In the first part of this tutorial, we learned how to run the Topic Modeling Tool, and we began to interpret the results. In this second part of the tutorial, we’ll learn how to visualize results so they’re a little easier to understand. While we used the HTML files in the first part, we’ll turn this time to our CSVs.
Find your tmt_output folder and open it. As you’ll recall, the output is presented as both CSVs and as HTML. This time, we’ll be working with the CSV files. Open the different CSVs to get a sense of the contents. You’ll notice that these documents contain the same information as the HTML files, but presented differently.
We’ll be working with Tableau, just as we did last week. Double-click the Tableau icon to open the program.
You should remember how to do this from last week: Click on Text file under the Connect heading and find the topics-metadata.csv file that is within your output_csv folder.
Click on Sheet 1 to go to the visualization canvas.
Each document in our folder contains multiple topics in different proportions. To get a sense of how those proportions vary across documents, we’ll make a stacked bar chart.
To get there, do the following:
- Drag the dimension Filename into the Columns shelf.
- Drag the measure Measure Values into the Rows shelf.
- Drag the Measure Names dimension to the Color button, within the Marks pane, and drop it there.
You’re almost there! But if you examine your bar chart closely, you’ll notice that half of each bar is composed of the name of the corresponding document. We don’t want that in our bars, so let’s filter those document names out.

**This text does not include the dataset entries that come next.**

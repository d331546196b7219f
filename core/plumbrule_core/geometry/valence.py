"""What the distances say about unsatisfied valences: for checks of shape, never for a calculation."""

from collections.abc import Sequence
from itertools import combinations

from plumbrule_core.documents.bonding import Bond, bonds, normal_length
from plumbrule_core.documents.species import Atom
from plumbrule_core.elements import ELEMENTS

VALENCE = {
    **dict.fromkeys(("He", "Ne", "Ar", "Kr", "Xe", "Rn"), 0),
    **dict.fromkeys(("H", "Li", "Na", "K", "Rb", "Cs", "F", "Cl", "Br", "I", "At"), 1),
    **dict.fromkeys(("Be", "Mg", "Ca", "Sr", "Ba", "O", "S", "Se", "Te", "Po"), 2),
    **dict.fromkeys(("B", "Al", "Ga", "In", "Tl", "N", "P", "As", "Sb", "Bi"), 3),
    **dict.fromkeys(("C", "Si", "Ge", "Sn", "Pb"), 4),
}
"""Bonds that a neutral main-group atom makes without expanding its shell (textbook valences)."""
METAL_VALENCE = 6
HIGHEST_ORDER = 3

MULTIPLE_BOND_RADII: dict[int, dict[str, float]] = {
    2: {"B": 0.78, "C": 0.67, "N": 0.60, "O": 0.57, "Si": 1.07, "P": 1.02, "S": 0.94},
    3: {"B": 0.73, "C": 0.60, "N": 0.54, "O": 0.53, "Si": 1.02, "P": 0.94, "S": 0.95},
}
"""Angstrom; Pyykkö and Atsumi 2009 (double), Pyykkö, Riedel and Patzschke 2005 (triple); from memory."""


SINGLE_BONDS_WITH_THEMSELVES = {"H": 0.741, "O": 1.464, "F": 1.412}
"""Angstrom; H2, F2 (Huber and Herzberg 1979) and H2O2, longer than the sum of radii; from memory."""


def neighbours(count: int, links: Sequence[Bond]) -> tuple[tuple[int, ...], ...]:
    """The bonded neighbours of each atom."""
    found: list[list[int]] = [[] for _ in range(count)]
    for i, j in links:
        found[i].append(j)
        found[j].append(i)
    return tuple(tuple(sorted(row)) for row in found)


def free_valences(atoms: Sequence[Atom], around: Sequence[Sequence[int]]) -> tuple[int, ...]:
    """Bonds that each atom could still make if every bond it has were single."""
    return tuple(
        max(0, VALENCE.get(atom.symbol, METAL_VALENCE) - len(near))
        for atom, near in zip(atoms, around, strict=True)
    )


def spare_valences(atoms: Sequence[Atom], around: Sequence[Sequence[int]]) -> tuple[int, ...]:
    """Bonds that each atom lacks even if its neighbours share all they have in multiple bonds.

    A terminal atom on one that has all its bonds already (oxygen on sulfur in SO2, on nitrogen in nitrate, or
    at the ends of ozone) is bound by a lone pair and lacks nothing; nor does one on a transition metal.
    """
    free = free_valences(atoms, around)
    return tuple(
        0 if _is_satisfied(atoms, around, free, at) else max(0, free[at] - sum(free[n] for n in around[at]))
        for at in range(len(atoms))
    )


def _is_satisfied(
    atoms: Sequence[Atom], around: Sequence[Sequence[int]], free: Sequence[int], at: int
) -> bool:
    if any(ELEMENTS[atoms[near].symbol].is_transition_metal for near in around[at]):
        return True
    if len(around[at]) != 1 or ELEMENTS[atoms[at].symbol].is_transition_metal:
        return False
    holder = around[at][0]
    return atoms[holder].symbol not in ("C", "H") and free[holder] == 0 and len(around[holder]) > 1


def usual_length(a: Atom, b: Atom, order: int) -> float:
    """The usual length of a bond of that order in angstrom; that of a single bond if no radius is known."""
    radii = MULTIPLE_BOND_RADII.get(order, {})
    if a.symbol in radii and b.symbol in radii:
        return radii[a.symbol] + radii[b.symbol]
    if a.symbol == b.symbol and a.symbol in SINGLE_BONDS_WITH_THEMSELVES:
        return SINGLE_BONDS_WITH_THEMSELVES[a.symbol]
    return normal_length(a, b)


def likely_orders(atoms: Sequence[Atom]) -> dict[Bond, int]:
    """The highest bond order that each close pair can have, and each distant pair in which both lack one.

    Pairs that are neither bonded nor lacking are absent.
    """
    links = bonds(atoms)
    around = neighbours(len(atoms), links)
    free, spare = free_valences(atoms, around), spare_valences(atoms, around)
    orders = {(i, j): min(HIGHEST_ORDER, 1 + min(free[i], free[j])) for i, j in links}
    lacking = [at for at in range(len(atoms)) if spare[at]]
    for pair in combinations(lacking, 2):
        orders.setdefault(pair, min(HIGHEST_ORDER, *(spare[at] for at in pair)))
    return orders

Find the Filters window, above the Marks pane. If you hover over the Measure Names within the Filter pane, you’ll see that you can click the down arrow to reveal a number of options for working with that dimension. From this menu, select Edit filter...
In the ensuing dialogue box, you’ll find a list of measure names, each with a checkbox beside it. Scroll until you find Number of Records, and then uncheck the box and press OK.
Your bars should now be free of those document names.
Spend some time investigating your visualization. Which topics rise in prominence over time? Which fade? Can you correlate the presence or absence of topics with historical events?
Does the rise and fall of these topics ring true to you? Where would you investigate futher, if you could? What would you do to confirm the conclusions your visualization suggests?
You can also investigate each topic in isolation by using the Edit Filter… option within the Measure Names context menu and checking only that topic.
When you get here, please raise your blue flag so we can share what we’ve found, once everyone reaches the same point. Perhaps you’d like to spend some time looking at a bunch of ways to visualize texts!